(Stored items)
===
"""C99 source of a scheduled discrete controller: a header and a .c file.

The generated code uses only const arrays, a clamped multilinear lookup written
operation for operation like :mod:`schedule.export.runtime`, the actuator limiter with
the observer-form anti-windup (:mod:`schedule.export.antiwindup`), an init, a bumpless
init and a step function, no dynamic memory, no library calls and no global mutable
state: the controller state lives in a struct owned by the caller. Every public name
starts with the chosen prefix (functions and types in lower case, macros in upper case).
See docs/tables.md.

Text from the table (signal names, units, provenance) reaches the C only inside
comments and string literals, through :func:`c_comment` and :func:`c_string`, which
keep a small set of printable ASCII characters and spell everything else out, so no
character sequence (comment ends, backslash-newline, trigraphs such as ``??/``, control
characters, carriage returns) can change the meaning of the code. Identifiers are only
the validated prefix and fixed names.
"""

from __future__ import annotations

import os
import re
import string
from pathlib import Path

import numpy as np

from ..atomic import write_dir_atomic
from ..errors import InputError
from ..table_files import DEFAULT_PREFIX
from .table import ScheduledTable

_IDENT = re.compile(r"[A-Za-z][A-Za-z0-9_]{0,30}")
_C_KEYWORDS = {"auto", "break", "case", "char", "const", "continue", "default", "do", "double",
               "else", "enum", "extern", "float", "for", "goto", "if", "inline", "int", "long",
               "register", "restrict", "return", "short", "signed", "sizeof", "static",
               "struct", "switch", "typedef", "union", "unsigned", "void", "volatile", "while",
               "_Bool", "_Complex", "_Imaginary"}
# Characters copied as they are. Not in the sets: backslash (line splicing, escapes),
# '?' (trigraphs such as ??/ = backslash under -std=c99), quotes, every control character
# (CR, LF, TAB, NUL...) and everything outside ASCII.
_PLAIN = frozenset(string.ascii_letters + string.digits + " _.,:;+-=()[]{}<>!#$%&|~^@/*'")
_PLAIN_STRING = _PLAIN - {"'"}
===
* _ABOUT THIS EXERCISE_
Quote only the stretch of lines that starts the data above and ends with the line containing "init and a step", both included.

* _YOUR RESPONSE_
"""C99 source of a scheduled discrete controller: a header and a .c file.

The generated code uses only const arrays, a clamped multilinear lookup written
operation for operation like :mod:`schedule.export.runtime`, the actuator limiter with
the observer-form anti-windup (:mod:`schedule.export.antiwindup`), an init, a bumpless
init and a step function, no dynamic memory, no library calls and no global mutable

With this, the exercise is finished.